- [REQUIRED ACTION] Each entry, in full: reproduce it exactly.

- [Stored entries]
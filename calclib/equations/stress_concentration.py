"""Elastic stress at an open hole in a strip in tension. Shown beside strength, which does not depend on it."""

from calclib.equations.form import Cite, equation

STRIP_WITH_HOLE = Cite("Roark's Formulas for Stress and Strain", {"": "(central circular hole, axial tension)"})


@equation(STRIP_WITH_HOLE)
def stress_concentration_on_net_section(w, d):
    """Return the elastic stress concentration factor of a central open hole in a strip in tension.

    Parameters
    ----------
    w : width of the strip [in or mm], positive
    d : diameter of the hole [in or mm], positive

    Returns
    -------
    K_tn : peak stress over the mean stress of the net section [1]

    Source: Roark's Formulas for Stress and Strain, table of stress concentration factors, central circular hole in
    axial tension, as reproduced; a fit to Howland (1930). Up to d/w of one half it lies within 0.4 percent of
    Howland's values. A pin or bolt in the hole changes the stress.

    >>> stress_concentration_on_net_section(w=50.0, d=10.0)
    2.50816
    """
    K_tn = 3.00 - 3.13 * (d / w) + 3.66 * (d / w) ** 2 - 1.53 * (d / w) ** 3
    return K_tn


@equation(STRIP_WITH_HOLE)
def mean_stress_of_net_section(P, w, d, t):
    """Return the mean stress of the net section beside a hole.

    Parameters
    ----------
    P : force in the strip [kip or N], not negative
    w : width of the strip [in or mm], positive
    d : diameter of the hole [in or mm], positive
    t : thickness of the strip [in or mm], positive

    Returns
    -------
    f_n : mean stress [ksi or MPa]

    Source: mechanics of materials.

    >>> round(mean_stress_of_net_section(P=20.0, w=4.0, d=1.0, t=0.5), 2)
    13.33
    """
    f_n = P / ((w - d) * t)
    return f_n


@equation(STRIP_WITH_HOLE, {"f_max": r"f_{\mathrm{max}}"})
def peak_stress_at_hole(K_tn, f_n):
    """Return the elastic stress at the edge of an open hole.

    Parameters
    ----------
    K_tn : stress concentration factor on the net section [1], positive
    f_n : mean stress of the net section [ksi or MPa], not negative

    Returns
    -------
    f_max : peak stress [ksi or MPa]

    Source: the meaning of the factor.

    >>> peak_stress_at_hole(K_tn=2.41, f_n=13.33)
    32.1253
    """
    f_max = K_tn * f_n
    return f_max
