from calclib import units
from calclib.drawing import Arrow, Break, Dimension, Drawing, Leader, Named, Outline
from calclib.equations import mechanics, threads
from calclib.equations.aisc360 import RUPTURE, YIELDING, members, rods
from calclib.errors import EntryError, with_article
from calclib.members.fields import Field, Kind, Plot
from calclib.members.steel import refuse_stresses
from calclib.tables import threads as threads_of
from calclib.tolerance import at_least

BODY_RULE, STRESS_AREA_RULE = "0.75 Fu on body area", "Fu on tensile stress area"
INCH_SERIES = ("UNC", "UNF", "8UN")
SERIES = (*INCH_SERIES, "ISO coarse", "ISO fine")
LEAST_DIAMETER = {"US": 0.625, "SI": 16.0}     # common practice for rods that carry main loads
MODULUS = {"US": "29000 ksi", "SI": "200000 MPa"}
NO_FITTING = "none"
# What a maker's rating may be compared with: the basis it is stated on -> the level of the load.
RATING_BASES = ("LRFD design strength", "ASD allowable strength", "safe working load")

FIELDS = (
    Field("steel", "Rod steel", "Rod", "Standard and grade of the rod, such as ASTM A36 or ASTM F1554 Grade 55."),
    Field("F_y", "Yield stress", "Rod", "Specified minimum yield stress.", "F_y", units.STRESS, above=0),
    Field("F_u", "Tensile strength", "Rod", "Specified minimum tensile strength.", "F_u", units.STRESS, above=0),
    Field("rod_diameter", "Rod diameter", "Rod", "Nominal diameter of body and thread.", "d", units.LENGTH, above=0),
    Field("thread_series", "Thread series", "Rod", "Standard series that gives the pitch.", choices=SERIES),
    Field("pitch", "Thread pitch", "Rod",
          "Only where the series has two pitches for the size, or the thread is special: threads per inch such as "
          "\"8 tpi\" in US units, pitch such as \"2.5 mm\" in SI.", "P", units.PITCH, optional=True, above=0),
    Field("strength_rule", "Strength rule", "Rod",
          "Rule that governs the thread; the 2016 edition has the first only.",
          choices=(BODY_RULE, STRESS_AREA_RULE), default=BODY_RULE),
    Field("shank_length", "Shank length", "Elongation", "Length of the unthreaded body.", "L_b", units.LENGTH,
          default={"US": "0 in", "SI": "0 mm"}, least=0),
    Field("threaded_length", "Threaded length", "Elongation", "Threaded length under load, both ends together.", "L_t",
          units.LENGTH, default={"US": "0 in", "SI": "0 mm"}, least=0),
    Field("service_load", "Service load", "Elongation",
          "Axial tension under service load; blank for no elongation.", "P_s", units.FORCE, optional=True, least=0),
    Field("modulus", "Modulus of elasticity", "Elongation", "Modulus of elasticity of the steel.", "E", units.STRESS,
          default=MODULUS, above=0),
    Field("fitting", "End fitting", "End fitting", "Manufactured item at the end of the rod.",
          choices=(NO_FITTING, "turnbuckle", "clevis", "sleeve nut", "coupling nut"), default=NO_FITTING),
    Field("fitting_rating", "Rating", "End fitting", "Maker's rating of the fitting.", "R", units.FORCE, optional=True,
          above=0),
    Field("rating_basis", "Rating basis", "End fitting",
          "What the maker's rating states; a rating without a stated basis is not used.", choices=RATING_BASES,
          optional=True),
    Field("rating_source", "Rating source", "End fitting", "Maker, catalogue, size and page of the rating.",
          optional=True),
)


def evaluate(x, run):
    """Order the equations of a threaded rod; `x` holds one value for each field."""
    refuse_stresses(x, run)
    if run.edition == "16" and x.strength_rule == STRESS_AREA_RULE:
        raise EntryError("strength_rule", "AISC 360-16 has no rule on the tensile stress area; it came with "
                                          f'AISC 360-22 Table J3.2. Choose "{BODY_RULE}" or the 2022 edition')
    d = x.rod_diameter

    part = run.block("areas", "Areas of body and thread")
    A_b = part(rods.body_area, d=d)
    A_t = _stress_area(x, run, part)

    part = run.block("body yielding", "Tensile yielding of the body")
    P_n = part(members.tensile_yielding, F_y=x.F_y, A_g=A_b, symbols={"A_g": "A_{b}"})
    part.limit_state(YIELDING, P_n, "P_{n}", "D2(a)")

    part = run.block("thread, body area", "Thread strength by body area, 0.75 Fu Ab")
    R_n = part(rods.tensile_strength_on_body_area, F_u=x.F_u, A_b=A_b)
    part.limit_state(RUPTURE, R_n, "R_{n}", {"22": "J3.7, Table J3.2", "16": "J3.6, Table J3.2"},
                     advisory=x.strength_rule != BODY_RULE)

    part = run.block("thread, stress area", "Thread strength by stress area, Fu At")
    if run.edition == "22":
        R_n = part(rods.tensile_strength_on_stress_area, F_u=x.F_u, A_t=A_t)
        part.limit_state(RUPTURE, R_n, "R_{n}", "J3.7, Table J3.2 note b", advisory=x.strength_rule != STRESS_AREA_RULE)
    else:
        part.not_applicable("AISC 360-16 has no rule on the tensile stress area; it came with the 2022 edition.")
    _elongation(x, run, A_b, A_t)
    _fitting(x, run)
    _messages(x, run, A_b, A_t)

- [OUTPUT BELOW]
filename calclib/equations/stress_concentration.py
"""Elastic stress at an open hole in a strip in tension. Shown beside strength, which does not depend on it."""

from calclib.equations.form import Cite, equation

STRIP_WITH_HOLE = Cite("Roark's Formulas for Stress and Strain", {"": "(central circular hole, axial tension)"})


@equation(STRIP_WITH_HOLE)
def stress_concentration_on_net_section(w, d):
    """Return the elastic stress concentration factor of a central open hole in a strip in tension.

    Parameters
    ----------
    w : width of the strip [in or mm], positive
    d : diameter of the hole [in or mm], positive

    Returns
    -------
    K_tn : peak stress over the mean stress of the net section [1]

    Source: Roark's Formulas for Stress and Strain, table of stress concentration factors, central circular hole in
    axial tension, as reproduced; a fit to Howland (1930). Up to d/w of one half it lies within 0.4 percent of
    Howland's values. A pin or bolt in the hole changes the stress.

    >>> stress_concentration_on_net_section(w=50.0, d=10.0)
    2.50816
    """
    K_tn = 3.00 - 3.13 * (d / w) + 3.66 * (d / w) ** 2 - 1.53 * (d / w) ** 3
    return K_tn


@equation(STRIP_WITH_HOLE)
def mean_stress_of_net_section(P, w, d, t):
    """Return the mean stress of the net section beside a hole.

    Parameters
    ----------
    P : force in the strip [kip or N], not negative
    w : width of the strip [in or mm], positive
    d : diameter of the hole [in or mm], positive
    t : thickness of the strip [in or mm], positive

    Returns
    -------
    f_n : mean stress [ksi or MPa]

    Source: mechanics of materials.

    >>> round(mean_stress_of_net_section(P=20.0, w=4.0, d=1.0, t=0.5), 2)
    13.33
    """
    f_n = P / ((w - d) * t)
    return f_n


@equation(STRIP_WITH_HOLE, {"f_max": r"f_{\mathrm{max}}"})
def peak_stress_at_hole(K_tn, f_n):
    """Return the elastic stress at the edge of an open hole.

    Parameters
    ----------
    K_tn : stress concentration factor on the net section [1], positive
    f_n : mean stress of the net section [ksi or MPa], not negative

    Returns
    -------
    f_max : peak stress [ksi or MPa]

    Source: the meaning of the factor.

    >>> peak_stress_at_hole(K_tn=2.41, f_n=13.33)
    32.1253
    """
    f_max = K_tn * f_n
    return f_max
from calclib import units
from calclib.drawing import Arrow, Break, Dimension, Drawing, Leader, Named, Outline
from calclib.equations import mechanics, threads
from calclib.equations.aisc360 import RUPTURE, YIELDING, members, rods
from calclib.errors import EntryError, with_article
from calclib.members.fields import Field, Kind, Plot
from calclib.members.steel import refuse_stresses
from calclib.tables import threads as threads_of
from calclib.tolerance import at_least

BODY_RULE, STRESS_AREA_RULE = "0.75 Fu on body area", "Fu on tensile stress area"
INCH_SERIES = ("UNC", "UNF", "8UN")
SERIES = (*INCH_SERIES, "ISO coarse", "ISO fine")
LEAST_DIAMETER = {"US": 0.625, "SI": 16.0}     # common practice for rods that carry main loads
MODULUS = {"US": "29000 ksi", "SI": "200000 MPa"}
NO_FITTING = "none"
# What a maker's rating may be compared with: the basis it is stated on -> the level of the load.
RATING_BASES = ("LRFD design strength", "ASD allowable strength", "safe working load")

FIELDS = (
    Field("steel", "Rod steel", "Rod", "Standard and grade of the rod, such as ASTM A36 or ASTM F1554 Grade 55."),
    Field("F_y", "Yield stress", "Rod", "Specified minimum yield stress.", "F_y", units.STRESS, above=0),
    Field("F_u", "Tensile strength", "Rod", "Specified minimum tensile strength.", "F_u", units.STRESS, above=0),
    Field("rod_diameter", "Rod diameter", "Rod", "Nominal diameter of body and thread.", "d", units.LENGTH, above=0),
    Field("thread_series", "Thread series", "Rod", "Standard series that gives the pitch.", choices=SERIES),
    Field("pitch", "Thread pitch", "Rod",
          "Only where the series has two pitches for the size, or the thread is special: threads per inch such as "
          "\"8 tpi\" in US units, pitch such as \"2.5 mm\" in SI.", "P", units.PITCH, optional=True, above=0),
    Field("strength_rule", "Strength rule", "Rod",
          "Rule that governs the thread; the 2016 edition has the first only.",
          choices=(BODY_RULE, STRESS_AREA_RULE), default=BODY_RULE),
    Field("shank_length", "Shank length", "Elongation", "Length of the unthreaded body.", "L_b", units.LENGTH,
          default={"US": "0 in", "SI": "0 mm"}, least=0),
    Field("threaded_length", "Threaded length", "Elongation", "Threaded length under load, both ends together.", "L_t",
          units.LENGTH, default={"US": "0 in", "SI": "0 mm"}, least=0),
    Field("service_load", "Service load", "Elongation",
          "Axial tension under service load; blank for no elongation.", "P_s", units.FORCE, optional=True, least=0),
    Field("modulus", "Modulus of elasticity", "Elongation", "Modulus of elasticity of the steel.", "E", units.STRESS,
          default=MODULUS, above=0),
    Field("fitting", "End fitting", "End fitting", "Manufactured item at the end of the rod.",
          choices=(NO_FITTING, "turnbuckle", "clevis", "sleeve nut", "coupling nut"), default=NO_FITTING),
    Field("fitting_rating", "Rating", "End fitting", "Maker's rating of the fitting.", "R", units.FORCE, optional=True,
          above=0),
    Field("rating_basis", "Rating basis", "End fitting",
          "What the maker's rating states; a rating without a stated basis is not used.", choices=RATING_BASES,
          optional=True),
    Field("rating_source", "Rating source", "End fitting", "Maker, catalogue, size and page of the rating.",
          optional=True),
)


def evaluate(x, run):
    """Order the equations of a threaded rod; `x` holds one value for each field."""
    refuse_stresses(x, run)
    if run.edition == "16" and x.strength_rule == STRESS_AREA_RULE:
        raise EntryError("strength_rule", "AISC 360-16 has no rule on the tensile stress area; it came with "
                                          f'AISC 360-22 Table J3.2. Choose "{BODY_RULE}" or the 2022 edition')
    d = x.rod_diameter

    part = run.block("areas", "Areas of body and thread")
    A_b = part(rods.body_area, d=d)
    A_t = _stress_area(x, run, part)

    part = run.block("body yielding", "Tensile yielding of the body")
    P_n = part(members.tensile_yielding, F_y=x.F_y, A_g=A_b, symbols={"A_g": "A_{b}"})
    part.limit_state(YIELDING, P_n, "P_{n}", "D2(a)")

    part = run.block("thread, body area", "Thread strength by body area, 0.75 Fu Ab")
    R_n = part(rods.tensile_strength_on_body_area, F_u=x.F_u, A_b=A_b)
    part.limit_state(RUPTURE, R_n, "R_{n}", {"22": "J3.7, Table J3.2", "16": "J3.6, Table J3.2"},
                     advisory=x.strength_rule != BODY_RULE)

    part = run.block("thread, stress area", "Thread strength by stress area, Fu At")
    if run.edition == "22":
        R_n = part(rods.tensile_strength_on_stress_area, F_u=x.F_u, A_t=A_t)
        part.limit_state(RUPTURE, R_n, "R_{n}", "J3.7, Table J3.2 note b", advisory=x.strength_rule != STRESS_AREA_RULE)
    else:
        part.not_applicable("AISC 360-16 has no rule on the tensile stress area; it came with the 2022 edition.")
    _elongation(x, run, A_b, A_t)
    _fitting(x, run)
    _messages(x, run, A_b, A_t)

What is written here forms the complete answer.